§ **WHAT YOU SHOULD DO**: Pull every line that includes the word "would" from the data.

Data extracted from a collection
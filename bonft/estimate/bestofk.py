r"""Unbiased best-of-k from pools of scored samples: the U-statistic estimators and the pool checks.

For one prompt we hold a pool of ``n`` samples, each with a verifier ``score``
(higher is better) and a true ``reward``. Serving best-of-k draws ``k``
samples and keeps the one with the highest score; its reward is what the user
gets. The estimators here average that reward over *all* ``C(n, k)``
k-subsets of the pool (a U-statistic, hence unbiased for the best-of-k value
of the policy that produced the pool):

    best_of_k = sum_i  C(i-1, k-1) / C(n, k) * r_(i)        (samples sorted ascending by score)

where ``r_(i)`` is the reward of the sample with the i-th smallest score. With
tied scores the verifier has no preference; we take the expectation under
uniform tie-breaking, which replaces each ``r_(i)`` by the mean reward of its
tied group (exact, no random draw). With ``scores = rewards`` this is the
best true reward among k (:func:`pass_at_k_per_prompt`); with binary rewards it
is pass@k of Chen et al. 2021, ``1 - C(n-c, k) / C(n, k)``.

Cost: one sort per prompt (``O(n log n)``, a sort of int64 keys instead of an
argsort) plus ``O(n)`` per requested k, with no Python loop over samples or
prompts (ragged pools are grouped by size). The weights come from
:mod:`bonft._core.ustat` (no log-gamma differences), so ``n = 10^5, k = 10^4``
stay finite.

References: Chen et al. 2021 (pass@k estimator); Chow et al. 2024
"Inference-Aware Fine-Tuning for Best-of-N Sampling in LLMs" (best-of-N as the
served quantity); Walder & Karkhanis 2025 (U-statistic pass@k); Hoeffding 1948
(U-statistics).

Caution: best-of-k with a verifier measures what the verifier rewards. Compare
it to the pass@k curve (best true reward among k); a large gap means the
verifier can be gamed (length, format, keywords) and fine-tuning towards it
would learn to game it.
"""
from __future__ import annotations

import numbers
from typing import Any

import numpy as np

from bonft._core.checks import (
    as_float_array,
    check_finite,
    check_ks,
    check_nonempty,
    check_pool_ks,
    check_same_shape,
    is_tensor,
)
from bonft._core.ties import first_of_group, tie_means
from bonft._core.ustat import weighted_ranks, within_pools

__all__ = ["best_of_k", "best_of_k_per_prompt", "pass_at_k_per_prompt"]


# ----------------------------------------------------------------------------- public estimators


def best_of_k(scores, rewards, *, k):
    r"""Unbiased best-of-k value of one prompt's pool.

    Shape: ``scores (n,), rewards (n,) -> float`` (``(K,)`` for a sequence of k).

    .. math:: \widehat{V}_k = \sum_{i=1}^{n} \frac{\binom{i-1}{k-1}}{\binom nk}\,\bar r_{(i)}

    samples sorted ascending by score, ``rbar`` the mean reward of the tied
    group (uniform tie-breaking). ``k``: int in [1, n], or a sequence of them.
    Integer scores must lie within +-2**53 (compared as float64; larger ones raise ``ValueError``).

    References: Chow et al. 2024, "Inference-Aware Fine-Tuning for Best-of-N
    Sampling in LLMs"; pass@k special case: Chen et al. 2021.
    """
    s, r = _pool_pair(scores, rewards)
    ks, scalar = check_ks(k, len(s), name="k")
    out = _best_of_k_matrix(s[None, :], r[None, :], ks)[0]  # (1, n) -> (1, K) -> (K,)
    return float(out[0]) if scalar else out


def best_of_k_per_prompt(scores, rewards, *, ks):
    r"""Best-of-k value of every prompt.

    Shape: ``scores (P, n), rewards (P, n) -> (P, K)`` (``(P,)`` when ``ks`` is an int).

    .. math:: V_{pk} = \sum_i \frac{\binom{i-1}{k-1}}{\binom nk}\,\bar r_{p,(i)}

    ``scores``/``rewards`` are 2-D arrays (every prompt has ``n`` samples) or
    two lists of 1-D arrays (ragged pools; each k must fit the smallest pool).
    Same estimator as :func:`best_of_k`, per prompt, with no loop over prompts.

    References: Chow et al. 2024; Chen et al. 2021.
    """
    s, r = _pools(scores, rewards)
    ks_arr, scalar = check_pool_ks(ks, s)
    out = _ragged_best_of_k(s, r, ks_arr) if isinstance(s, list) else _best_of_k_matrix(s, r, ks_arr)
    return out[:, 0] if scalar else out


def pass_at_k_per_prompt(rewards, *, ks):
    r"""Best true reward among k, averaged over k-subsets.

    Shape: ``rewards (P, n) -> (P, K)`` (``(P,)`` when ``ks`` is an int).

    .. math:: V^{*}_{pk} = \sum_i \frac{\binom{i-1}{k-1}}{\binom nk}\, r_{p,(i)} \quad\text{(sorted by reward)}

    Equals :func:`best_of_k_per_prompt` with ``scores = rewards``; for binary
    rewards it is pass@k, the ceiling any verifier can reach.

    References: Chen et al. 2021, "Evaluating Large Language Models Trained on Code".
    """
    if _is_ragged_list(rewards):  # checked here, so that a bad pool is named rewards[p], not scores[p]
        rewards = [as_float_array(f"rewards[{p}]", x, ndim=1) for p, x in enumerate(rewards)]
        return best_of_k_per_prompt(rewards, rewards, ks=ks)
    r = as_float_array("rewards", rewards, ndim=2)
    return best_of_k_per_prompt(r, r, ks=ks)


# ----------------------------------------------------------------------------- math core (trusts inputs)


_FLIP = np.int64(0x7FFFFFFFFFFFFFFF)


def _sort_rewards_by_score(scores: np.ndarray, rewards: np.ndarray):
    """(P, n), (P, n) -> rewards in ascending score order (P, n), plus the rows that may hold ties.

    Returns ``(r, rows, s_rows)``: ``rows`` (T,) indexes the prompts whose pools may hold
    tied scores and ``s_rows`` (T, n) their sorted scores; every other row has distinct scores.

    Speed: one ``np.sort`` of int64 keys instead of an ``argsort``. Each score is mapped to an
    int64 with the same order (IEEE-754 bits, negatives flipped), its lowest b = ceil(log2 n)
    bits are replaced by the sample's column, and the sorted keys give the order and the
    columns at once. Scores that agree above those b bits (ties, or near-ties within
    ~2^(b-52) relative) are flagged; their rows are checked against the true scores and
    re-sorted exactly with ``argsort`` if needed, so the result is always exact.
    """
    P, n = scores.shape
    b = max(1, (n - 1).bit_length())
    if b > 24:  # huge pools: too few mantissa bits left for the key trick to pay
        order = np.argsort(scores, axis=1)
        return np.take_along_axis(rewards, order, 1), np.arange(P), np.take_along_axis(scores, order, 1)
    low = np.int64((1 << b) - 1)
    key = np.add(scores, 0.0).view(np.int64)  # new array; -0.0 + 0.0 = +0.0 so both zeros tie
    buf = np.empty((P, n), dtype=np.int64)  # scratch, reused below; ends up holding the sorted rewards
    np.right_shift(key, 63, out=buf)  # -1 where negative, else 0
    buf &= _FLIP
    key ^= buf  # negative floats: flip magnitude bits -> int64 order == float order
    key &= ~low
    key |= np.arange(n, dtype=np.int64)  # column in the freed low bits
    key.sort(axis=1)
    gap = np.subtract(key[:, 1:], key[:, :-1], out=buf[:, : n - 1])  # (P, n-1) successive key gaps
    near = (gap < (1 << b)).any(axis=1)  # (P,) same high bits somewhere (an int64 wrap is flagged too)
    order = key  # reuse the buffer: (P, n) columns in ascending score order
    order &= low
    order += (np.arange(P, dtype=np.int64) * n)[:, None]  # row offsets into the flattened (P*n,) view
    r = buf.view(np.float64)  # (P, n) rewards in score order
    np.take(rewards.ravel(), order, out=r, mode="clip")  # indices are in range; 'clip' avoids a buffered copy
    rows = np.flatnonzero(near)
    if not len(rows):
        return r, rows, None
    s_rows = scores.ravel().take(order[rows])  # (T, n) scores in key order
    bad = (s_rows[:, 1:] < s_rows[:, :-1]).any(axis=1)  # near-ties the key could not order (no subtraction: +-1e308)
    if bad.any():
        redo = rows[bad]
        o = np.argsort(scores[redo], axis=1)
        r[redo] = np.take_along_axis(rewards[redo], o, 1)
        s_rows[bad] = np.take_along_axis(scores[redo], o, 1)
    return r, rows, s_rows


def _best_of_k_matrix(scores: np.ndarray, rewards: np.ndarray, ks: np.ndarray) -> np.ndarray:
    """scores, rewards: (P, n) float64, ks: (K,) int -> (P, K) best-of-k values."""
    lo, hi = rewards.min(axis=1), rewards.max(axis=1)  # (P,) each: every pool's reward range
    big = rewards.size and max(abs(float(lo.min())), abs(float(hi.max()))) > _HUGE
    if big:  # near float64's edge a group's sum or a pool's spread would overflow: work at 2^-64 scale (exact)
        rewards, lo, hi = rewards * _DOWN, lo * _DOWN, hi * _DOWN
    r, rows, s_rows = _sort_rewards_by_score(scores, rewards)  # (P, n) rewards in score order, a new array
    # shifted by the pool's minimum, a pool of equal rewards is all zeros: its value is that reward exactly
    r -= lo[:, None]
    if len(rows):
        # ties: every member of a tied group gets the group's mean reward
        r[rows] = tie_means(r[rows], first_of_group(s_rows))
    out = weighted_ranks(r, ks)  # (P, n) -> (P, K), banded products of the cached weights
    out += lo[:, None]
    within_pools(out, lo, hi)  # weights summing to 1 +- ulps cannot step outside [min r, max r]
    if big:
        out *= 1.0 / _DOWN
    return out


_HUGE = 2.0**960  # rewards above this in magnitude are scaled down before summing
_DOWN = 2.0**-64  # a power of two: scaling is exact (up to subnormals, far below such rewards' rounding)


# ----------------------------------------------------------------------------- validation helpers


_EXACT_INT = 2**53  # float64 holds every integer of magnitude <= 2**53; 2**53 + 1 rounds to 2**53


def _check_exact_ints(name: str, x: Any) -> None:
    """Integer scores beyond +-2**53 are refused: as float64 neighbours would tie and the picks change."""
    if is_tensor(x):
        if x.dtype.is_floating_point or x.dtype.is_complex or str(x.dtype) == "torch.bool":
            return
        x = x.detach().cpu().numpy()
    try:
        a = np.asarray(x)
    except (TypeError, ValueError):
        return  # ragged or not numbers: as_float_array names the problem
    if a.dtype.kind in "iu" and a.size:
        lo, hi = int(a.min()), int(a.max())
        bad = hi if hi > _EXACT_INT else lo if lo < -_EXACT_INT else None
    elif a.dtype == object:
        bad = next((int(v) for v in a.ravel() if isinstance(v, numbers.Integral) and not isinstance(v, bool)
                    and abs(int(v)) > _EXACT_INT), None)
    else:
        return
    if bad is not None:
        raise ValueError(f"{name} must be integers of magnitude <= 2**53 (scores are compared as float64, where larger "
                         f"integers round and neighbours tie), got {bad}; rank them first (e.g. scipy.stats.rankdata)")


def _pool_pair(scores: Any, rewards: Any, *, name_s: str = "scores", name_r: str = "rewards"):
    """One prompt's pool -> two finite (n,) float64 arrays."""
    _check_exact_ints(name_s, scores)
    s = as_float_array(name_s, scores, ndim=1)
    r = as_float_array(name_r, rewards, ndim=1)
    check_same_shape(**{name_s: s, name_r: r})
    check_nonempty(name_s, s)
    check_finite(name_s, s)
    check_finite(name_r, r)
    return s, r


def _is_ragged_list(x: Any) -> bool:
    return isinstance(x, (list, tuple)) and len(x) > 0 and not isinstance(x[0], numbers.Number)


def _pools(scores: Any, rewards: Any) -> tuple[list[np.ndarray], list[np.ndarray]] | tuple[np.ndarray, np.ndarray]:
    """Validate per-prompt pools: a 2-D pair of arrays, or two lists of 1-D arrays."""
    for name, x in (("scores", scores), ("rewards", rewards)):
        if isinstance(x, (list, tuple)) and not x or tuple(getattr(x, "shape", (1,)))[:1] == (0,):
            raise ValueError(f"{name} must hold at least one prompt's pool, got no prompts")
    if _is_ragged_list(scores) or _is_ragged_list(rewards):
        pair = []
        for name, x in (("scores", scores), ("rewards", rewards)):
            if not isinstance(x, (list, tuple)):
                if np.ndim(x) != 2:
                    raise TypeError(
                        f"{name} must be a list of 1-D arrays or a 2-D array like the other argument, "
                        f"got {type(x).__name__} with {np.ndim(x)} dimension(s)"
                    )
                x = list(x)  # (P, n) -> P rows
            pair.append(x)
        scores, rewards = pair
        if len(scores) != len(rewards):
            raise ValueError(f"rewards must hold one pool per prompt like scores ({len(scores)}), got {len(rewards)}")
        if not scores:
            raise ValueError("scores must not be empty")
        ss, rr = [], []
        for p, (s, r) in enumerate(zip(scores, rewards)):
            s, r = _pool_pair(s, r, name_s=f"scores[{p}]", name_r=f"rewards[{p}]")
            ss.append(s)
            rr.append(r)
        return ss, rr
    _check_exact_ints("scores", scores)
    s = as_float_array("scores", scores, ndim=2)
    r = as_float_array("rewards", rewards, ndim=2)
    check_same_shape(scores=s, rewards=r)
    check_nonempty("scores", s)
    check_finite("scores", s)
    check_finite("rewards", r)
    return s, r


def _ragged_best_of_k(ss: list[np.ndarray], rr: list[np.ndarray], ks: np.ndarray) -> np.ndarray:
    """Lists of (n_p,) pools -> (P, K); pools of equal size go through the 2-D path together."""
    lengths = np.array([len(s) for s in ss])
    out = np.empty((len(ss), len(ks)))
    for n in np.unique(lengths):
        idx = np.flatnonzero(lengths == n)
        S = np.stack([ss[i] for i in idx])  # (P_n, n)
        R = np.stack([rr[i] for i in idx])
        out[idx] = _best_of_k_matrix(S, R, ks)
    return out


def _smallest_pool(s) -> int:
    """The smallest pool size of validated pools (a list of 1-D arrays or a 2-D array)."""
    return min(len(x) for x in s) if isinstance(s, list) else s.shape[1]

§ **ANSWER BOX**:
would learn to game it.
    if big:  # near float64's edge a group's sum or a pool's spread would overflow: work at 2^-64 scale (exact)
    """Integer scores beyond +-2**53 are refused: as float64 neighbours would tie and the picks change."""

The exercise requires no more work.